## WHAT IS NEEDED
Which of the lines in the data below contain the string "npyWriteData"? Copy each of them.

## DATA TO USE
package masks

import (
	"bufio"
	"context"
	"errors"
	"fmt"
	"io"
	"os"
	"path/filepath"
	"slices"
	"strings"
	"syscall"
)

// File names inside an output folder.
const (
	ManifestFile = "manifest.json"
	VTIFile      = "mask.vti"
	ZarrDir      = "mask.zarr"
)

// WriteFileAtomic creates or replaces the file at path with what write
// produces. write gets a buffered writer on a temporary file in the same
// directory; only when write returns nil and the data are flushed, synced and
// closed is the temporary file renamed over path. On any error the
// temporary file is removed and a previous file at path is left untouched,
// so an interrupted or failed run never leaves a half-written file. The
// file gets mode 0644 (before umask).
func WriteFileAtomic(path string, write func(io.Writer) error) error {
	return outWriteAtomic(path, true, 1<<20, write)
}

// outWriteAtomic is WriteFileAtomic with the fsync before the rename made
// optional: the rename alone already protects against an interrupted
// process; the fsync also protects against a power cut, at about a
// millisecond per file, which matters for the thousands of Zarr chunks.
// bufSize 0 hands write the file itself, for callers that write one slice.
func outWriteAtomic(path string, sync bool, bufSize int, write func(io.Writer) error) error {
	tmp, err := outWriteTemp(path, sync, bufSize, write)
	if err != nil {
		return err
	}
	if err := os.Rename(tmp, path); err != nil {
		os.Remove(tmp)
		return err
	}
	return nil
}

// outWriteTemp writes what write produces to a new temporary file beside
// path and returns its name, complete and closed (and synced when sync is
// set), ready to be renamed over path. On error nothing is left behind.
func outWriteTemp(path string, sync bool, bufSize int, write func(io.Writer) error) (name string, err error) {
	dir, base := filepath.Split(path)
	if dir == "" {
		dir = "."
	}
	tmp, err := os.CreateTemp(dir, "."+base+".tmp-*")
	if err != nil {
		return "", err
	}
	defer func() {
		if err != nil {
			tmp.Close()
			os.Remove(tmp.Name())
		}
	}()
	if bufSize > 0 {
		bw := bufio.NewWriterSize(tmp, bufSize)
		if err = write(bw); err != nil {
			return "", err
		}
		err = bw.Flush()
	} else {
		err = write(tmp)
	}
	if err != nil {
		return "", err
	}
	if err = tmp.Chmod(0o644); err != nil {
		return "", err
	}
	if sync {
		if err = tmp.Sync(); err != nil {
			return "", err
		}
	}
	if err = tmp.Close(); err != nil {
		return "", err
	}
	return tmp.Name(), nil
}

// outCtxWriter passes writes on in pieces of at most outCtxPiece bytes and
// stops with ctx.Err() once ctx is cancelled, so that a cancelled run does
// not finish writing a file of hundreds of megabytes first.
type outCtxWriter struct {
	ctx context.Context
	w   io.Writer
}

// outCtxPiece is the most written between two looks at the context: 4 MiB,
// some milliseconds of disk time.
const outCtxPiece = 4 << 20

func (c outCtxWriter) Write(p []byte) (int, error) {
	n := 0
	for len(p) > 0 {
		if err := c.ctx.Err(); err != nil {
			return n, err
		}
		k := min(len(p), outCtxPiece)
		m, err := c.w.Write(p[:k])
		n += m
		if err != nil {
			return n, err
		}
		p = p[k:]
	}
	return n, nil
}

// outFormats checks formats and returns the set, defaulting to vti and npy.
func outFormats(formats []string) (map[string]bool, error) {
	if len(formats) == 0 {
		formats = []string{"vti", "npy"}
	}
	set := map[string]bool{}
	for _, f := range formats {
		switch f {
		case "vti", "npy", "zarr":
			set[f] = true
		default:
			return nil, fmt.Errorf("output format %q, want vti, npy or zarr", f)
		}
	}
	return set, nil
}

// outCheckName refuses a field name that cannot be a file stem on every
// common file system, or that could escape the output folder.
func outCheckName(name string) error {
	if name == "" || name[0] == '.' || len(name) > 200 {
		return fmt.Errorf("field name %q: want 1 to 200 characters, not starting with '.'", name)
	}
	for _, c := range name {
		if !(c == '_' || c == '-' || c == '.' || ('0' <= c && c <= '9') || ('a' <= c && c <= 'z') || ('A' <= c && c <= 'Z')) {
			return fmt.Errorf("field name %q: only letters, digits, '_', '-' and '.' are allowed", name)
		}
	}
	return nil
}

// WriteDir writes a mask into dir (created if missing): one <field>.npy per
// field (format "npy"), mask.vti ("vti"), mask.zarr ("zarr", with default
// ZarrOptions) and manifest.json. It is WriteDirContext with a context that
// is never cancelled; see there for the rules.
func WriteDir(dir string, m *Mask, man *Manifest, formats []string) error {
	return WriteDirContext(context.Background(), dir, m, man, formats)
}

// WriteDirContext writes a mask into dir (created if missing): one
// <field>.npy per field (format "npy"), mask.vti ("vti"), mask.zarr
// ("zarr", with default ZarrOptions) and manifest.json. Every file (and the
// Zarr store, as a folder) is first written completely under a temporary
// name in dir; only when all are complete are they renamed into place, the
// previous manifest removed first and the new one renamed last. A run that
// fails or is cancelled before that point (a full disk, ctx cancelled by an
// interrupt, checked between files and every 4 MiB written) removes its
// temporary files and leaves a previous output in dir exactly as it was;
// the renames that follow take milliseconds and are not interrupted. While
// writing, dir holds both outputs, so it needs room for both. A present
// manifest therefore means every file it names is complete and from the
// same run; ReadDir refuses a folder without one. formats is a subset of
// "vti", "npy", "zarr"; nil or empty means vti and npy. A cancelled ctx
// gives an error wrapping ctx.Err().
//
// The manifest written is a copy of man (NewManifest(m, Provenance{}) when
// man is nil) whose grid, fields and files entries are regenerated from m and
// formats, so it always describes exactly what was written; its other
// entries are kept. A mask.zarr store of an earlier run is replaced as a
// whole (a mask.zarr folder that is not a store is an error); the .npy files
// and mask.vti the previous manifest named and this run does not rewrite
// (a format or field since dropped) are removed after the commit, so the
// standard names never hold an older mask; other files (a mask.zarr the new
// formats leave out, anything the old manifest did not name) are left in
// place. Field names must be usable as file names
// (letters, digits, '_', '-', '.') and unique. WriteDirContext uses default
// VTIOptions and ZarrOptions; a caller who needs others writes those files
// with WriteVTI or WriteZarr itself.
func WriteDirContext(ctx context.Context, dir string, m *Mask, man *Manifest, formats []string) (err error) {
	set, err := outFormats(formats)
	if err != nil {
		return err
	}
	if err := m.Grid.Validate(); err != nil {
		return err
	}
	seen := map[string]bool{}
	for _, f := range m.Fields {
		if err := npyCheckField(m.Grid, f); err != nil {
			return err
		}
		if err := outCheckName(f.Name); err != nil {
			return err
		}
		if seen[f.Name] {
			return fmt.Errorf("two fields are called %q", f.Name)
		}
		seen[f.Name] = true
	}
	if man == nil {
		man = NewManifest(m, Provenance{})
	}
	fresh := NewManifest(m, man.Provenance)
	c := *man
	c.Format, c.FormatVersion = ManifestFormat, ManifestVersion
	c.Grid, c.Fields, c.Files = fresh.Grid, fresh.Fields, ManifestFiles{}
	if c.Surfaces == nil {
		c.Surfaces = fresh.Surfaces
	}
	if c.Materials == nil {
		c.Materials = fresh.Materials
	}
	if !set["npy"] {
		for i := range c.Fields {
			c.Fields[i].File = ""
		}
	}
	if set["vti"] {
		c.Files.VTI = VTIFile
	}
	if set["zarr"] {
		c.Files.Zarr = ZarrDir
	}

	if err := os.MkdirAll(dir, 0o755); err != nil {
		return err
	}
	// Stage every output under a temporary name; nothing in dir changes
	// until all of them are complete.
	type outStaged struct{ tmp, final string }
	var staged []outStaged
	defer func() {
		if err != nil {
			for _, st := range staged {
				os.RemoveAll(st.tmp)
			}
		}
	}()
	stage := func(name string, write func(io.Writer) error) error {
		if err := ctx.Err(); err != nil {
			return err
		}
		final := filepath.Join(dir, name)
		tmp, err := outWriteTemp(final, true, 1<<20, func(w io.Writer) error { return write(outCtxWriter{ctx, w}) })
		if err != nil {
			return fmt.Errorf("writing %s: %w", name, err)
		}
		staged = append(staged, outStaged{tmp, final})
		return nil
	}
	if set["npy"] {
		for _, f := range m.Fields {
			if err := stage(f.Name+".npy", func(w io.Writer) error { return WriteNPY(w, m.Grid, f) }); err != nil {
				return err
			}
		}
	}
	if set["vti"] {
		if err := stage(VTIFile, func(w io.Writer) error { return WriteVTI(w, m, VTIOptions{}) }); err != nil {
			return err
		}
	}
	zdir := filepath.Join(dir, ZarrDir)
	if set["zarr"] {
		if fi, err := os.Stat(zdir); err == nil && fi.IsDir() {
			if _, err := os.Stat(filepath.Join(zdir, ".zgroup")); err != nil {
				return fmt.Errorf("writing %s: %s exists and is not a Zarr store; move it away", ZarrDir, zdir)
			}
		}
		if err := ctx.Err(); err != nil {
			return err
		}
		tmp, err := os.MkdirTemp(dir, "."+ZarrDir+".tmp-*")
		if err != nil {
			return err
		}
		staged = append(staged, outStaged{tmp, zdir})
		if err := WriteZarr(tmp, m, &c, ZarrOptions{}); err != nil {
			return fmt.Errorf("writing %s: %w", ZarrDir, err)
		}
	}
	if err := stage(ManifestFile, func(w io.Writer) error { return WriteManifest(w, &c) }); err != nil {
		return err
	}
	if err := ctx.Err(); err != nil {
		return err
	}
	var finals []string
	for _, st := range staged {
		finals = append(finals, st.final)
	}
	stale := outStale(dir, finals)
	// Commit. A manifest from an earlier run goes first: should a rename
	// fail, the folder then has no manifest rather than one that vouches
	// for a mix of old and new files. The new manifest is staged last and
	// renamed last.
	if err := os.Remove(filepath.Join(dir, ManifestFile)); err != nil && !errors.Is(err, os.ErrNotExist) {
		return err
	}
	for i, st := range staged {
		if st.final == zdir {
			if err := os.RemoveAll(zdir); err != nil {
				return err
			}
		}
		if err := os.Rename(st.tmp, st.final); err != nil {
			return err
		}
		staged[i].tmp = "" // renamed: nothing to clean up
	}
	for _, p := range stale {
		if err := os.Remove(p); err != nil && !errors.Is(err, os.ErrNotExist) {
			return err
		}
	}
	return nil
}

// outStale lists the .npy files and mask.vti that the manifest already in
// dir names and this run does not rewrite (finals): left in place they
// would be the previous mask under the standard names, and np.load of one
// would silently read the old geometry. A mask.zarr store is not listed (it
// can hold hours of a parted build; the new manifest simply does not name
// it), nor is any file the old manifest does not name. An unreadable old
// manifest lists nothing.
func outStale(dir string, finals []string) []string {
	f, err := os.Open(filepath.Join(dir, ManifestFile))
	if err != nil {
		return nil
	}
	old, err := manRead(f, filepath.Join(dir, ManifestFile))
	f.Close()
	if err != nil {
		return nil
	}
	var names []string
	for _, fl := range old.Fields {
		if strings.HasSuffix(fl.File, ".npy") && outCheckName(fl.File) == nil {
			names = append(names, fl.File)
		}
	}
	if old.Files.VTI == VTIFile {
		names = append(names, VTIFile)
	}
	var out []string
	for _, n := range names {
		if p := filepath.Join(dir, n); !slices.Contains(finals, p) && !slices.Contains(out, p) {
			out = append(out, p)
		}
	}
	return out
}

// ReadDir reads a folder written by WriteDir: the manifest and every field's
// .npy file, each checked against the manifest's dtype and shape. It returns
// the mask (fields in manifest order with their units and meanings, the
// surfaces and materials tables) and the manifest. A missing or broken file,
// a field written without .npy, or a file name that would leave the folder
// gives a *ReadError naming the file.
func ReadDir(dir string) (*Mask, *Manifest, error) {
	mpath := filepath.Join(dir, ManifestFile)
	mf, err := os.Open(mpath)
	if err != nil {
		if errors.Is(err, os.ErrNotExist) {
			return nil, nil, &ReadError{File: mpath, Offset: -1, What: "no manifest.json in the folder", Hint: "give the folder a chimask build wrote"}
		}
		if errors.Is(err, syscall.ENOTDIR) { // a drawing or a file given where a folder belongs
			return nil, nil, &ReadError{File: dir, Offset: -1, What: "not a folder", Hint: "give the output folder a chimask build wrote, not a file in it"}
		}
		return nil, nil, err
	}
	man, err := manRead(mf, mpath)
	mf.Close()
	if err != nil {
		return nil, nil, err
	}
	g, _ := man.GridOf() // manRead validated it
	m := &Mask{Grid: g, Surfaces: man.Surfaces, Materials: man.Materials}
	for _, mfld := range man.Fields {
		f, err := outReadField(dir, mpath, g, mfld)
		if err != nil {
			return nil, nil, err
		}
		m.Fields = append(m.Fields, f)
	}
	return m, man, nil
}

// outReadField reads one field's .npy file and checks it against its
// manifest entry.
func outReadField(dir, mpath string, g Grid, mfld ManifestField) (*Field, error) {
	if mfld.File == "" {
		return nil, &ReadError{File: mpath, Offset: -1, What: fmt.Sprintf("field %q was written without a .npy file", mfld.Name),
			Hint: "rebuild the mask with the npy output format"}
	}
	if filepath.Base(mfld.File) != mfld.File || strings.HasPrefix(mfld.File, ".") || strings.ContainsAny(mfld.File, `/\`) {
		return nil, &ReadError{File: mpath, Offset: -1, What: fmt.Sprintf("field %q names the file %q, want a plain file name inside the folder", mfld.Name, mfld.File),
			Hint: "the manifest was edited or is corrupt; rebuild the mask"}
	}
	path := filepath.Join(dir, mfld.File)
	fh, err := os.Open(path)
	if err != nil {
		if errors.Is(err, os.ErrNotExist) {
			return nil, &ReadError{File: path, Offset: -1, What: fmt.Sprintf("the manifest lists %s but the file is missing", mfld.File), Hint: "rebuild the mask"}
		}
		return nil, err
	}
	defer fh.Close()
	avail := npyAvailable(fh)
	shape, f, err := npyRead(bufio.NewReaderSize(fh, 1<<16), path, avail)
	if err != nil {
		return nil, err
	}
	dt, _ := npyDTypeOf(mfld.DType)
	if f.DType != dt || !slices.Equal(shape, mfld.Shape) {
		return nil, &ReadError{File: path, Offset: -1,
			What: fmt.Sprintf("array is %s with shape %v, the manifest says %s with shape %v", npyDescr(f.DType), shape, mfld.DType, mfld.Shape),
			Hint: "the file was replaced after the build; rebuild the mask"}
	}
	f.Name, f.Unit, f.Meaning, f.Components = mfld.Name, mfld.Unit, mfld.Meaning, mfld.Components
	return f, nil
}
--
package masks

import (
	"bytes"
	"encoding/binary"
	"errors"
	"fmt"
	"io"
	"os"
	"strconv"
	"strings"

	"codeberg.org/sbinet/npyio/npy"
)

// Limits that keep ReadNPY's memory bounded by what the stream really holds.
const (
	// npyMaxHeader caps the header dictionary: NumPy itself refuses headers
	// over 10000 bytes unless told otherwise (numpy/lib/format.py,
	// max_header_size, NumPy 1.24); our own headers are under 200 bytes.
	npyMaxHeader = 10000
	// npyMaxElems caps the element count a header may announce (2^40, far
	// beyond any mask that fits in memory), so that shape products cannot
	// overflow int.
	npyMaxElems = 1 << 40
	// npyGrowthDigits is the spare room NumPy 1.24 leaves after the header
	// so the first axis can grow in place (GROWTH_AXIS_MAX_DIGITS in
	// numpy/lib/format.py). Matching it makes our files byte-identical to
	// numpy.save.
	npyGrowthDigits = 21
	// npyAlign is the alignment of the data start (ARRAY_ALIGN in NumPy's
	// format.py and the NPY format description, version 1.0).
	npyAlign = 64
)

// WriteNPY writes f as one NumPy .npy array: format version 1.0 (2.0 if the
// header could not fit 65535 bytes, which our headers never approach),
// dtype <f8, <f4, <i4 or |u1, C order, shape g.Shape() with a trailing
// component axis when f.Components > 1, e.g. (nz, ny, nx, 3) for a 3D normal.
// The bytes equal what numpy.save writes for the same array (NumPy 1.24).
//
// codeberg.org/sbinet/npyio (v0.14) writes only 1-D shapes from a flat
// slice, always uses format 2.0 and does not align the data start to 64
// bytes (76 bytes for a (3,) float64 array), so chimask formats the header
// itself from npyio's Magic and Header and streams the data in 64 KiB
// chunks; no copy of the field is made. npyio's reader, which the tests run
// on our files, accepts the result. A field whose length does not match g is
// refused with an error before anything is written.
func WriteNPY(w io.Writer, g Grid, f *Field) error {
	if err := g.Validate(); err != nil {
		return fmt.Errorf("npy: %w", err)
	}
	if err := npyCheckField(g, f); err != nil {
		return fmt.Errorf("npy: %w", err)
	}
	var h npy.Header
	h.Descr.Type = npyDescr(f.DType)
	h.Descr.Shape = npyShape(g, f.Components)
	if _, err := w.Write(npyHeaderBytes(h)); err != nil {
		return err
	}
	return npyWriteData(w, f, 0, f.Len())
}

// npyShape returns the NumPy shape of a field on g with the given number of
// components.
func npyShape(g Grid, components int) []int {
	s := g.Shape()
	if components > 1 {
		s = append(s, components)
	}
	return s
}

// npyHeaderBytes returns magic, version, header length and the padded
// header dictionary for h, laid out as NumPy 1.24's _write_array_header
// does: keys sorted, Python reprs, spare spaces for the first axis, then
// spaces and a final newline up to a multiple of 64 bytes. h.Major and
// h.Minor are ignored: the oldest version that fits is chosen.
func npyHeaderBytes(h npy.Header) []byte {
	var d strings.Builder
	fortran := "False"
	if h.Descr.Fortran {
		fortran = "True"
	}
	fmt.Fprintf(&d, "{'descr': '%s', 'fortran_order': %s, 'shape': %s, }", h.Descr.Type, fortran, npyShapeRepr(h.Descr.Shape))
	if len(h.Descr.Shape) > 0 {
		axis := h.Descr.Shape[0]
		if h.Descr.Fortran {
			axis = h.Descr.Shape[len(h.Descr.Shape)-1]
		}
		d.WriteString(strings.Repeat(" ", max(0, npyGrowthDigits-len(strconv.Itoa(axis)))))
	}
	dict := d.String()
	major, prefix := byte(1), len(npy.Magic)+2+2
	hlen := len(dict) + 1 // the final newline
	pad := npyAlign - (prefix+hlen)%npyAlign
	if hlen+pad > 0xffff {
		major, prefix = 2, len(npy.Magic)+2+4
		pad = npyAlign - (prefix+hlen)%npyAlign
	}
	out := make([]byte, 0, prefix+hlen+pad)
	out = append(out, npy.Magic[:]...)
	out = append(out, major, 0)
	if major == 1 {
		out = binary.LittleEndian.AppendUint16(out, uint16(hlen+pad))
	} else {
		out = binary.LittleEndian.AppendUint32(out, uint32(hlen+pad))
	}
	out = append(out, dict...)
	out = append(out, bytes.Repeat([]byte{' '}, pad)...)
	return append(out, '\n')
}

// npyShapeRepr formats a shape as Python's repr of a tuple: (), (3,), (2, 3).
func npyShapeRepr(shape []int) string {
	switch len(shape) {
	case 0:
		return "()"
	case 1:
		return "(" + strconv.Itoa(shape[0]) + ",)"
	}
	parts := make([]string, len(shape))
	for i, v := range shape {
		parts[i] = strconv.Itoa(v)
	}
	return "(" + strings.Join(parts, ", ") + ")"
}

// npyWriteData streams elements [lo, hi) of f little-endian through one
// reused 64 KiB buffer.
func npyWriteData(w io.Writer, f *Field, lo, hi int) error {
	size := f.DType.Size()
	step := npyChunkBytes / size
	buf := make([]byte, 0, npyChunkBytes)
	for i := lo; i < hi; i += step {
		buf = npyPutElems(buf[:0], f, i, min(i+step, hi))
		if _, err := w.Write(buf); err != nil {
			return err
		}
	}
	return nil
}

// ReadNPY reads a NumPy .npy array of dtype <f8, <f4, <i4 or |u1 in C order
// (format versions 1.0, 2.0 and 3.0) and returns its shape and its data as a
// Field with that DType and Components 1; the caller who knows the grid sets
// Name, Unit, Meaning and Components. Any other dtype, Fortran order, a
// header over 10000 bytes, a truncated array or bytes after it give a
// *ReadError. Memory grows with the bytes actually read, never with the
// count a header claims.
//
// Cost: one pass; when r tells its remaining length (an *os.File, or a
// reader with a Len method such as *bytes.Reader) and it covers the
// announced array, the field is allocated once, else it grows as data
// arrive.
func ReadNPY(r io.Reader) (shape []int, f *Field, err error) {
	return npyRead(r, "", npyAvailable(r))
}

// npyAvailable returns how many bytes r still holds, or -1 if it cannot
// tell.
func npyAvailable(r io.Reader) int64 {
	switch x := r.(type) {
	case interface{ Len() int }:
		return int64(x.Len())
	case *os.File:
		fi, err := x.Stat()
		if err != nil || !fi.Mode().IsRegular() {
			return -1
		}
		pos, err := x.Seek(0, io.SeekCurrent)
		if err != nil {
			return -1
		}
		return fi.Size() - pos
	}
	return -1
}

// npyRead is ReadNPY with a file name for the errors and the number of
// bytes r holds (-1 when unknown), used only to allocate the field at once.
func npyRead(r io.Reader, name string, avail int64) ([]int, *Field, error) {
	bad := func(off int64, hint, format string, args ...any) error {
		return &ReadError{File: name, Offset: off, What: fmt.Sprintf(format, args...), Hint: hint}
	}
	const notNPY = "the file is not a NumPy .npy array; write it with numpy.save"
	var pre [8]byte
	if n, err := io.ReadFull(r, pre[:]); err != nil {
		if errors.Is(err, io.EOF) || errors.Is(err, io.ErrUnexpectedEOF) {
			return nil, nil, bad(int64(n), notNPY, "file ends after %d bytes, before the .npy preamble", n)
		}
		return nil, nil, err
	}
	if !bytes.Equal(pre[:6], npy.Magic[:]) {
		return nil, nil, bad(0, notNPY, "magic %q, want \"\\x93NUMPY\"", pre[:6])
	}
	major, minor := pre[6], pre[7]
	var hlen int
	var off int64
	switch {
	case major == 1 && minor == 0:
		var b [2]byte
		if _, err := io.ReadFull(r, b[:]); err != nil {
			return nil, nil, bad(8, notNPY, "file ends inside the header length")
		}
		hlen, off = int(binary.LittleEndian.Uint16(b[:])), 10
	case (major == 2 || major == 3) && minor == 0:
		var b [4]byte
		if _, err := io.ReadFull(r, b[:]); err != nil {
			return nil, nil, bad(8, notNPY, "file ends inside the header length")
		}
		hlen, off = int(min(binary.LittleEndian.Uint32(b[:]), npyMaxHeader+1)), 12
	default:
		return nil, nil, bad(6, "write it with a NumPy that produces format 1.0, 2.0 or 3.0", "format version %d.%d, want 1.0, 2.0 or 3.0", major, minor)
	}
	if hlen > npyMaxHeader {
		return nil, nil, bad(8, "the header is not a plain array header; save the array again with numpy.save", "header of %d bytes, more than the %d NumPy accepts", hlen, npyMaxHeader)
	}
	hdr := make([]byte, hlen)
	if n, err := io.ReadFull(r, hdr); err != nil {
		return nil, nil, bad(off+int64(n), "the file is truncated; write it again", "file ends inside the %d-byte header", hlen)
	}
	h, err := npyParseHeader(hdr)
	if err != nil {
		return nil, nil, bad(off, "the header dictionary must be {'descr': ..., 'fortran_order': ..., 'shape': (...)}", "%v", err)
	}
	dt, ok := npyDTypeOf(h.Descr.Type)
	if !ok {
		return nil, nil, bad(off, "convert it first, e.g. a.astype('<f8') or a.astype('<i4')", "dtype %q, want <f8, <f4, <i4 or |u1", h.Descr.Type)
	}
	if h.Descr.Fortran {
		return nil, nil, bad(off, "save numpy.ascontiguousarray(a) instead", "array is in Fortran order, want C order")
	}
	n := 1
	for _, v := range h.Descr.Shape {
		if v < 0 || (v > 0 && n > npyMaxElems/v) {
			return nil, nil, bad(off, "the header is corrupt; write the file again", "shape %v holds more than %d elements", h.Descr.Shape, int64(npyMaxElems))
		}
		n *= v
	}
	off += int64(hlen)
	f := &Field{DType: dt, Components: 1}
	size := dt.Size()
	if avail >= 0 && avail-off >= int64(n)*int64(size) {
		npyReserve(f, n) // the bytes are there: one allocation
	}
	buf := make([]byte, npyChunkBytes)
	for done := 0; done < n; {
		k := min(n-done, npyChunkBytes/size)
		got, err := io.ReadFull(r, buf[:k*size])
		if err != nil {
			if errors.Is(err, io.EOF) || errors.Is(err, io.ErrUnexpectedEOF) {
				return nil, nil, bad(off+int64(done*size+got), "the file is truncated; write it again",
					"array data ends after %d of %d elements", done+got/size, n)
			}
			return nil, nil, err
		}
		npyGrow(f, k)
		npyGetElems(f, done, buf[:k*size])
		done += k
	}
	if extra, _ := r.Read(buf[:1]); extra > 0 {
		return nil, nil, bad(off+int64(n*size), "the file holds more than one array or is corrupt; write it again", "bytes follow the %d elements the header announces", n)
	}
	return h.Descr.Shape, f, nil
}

## RESPONSE TO THIS EXERCISE
	return npyWriteData(w, f, 0, f.Len())
// npyWriteData streams elements [lo, hi) of f little-endian through one
func npyWriteData(w io.Writer, f *Field, lo, hi int) error {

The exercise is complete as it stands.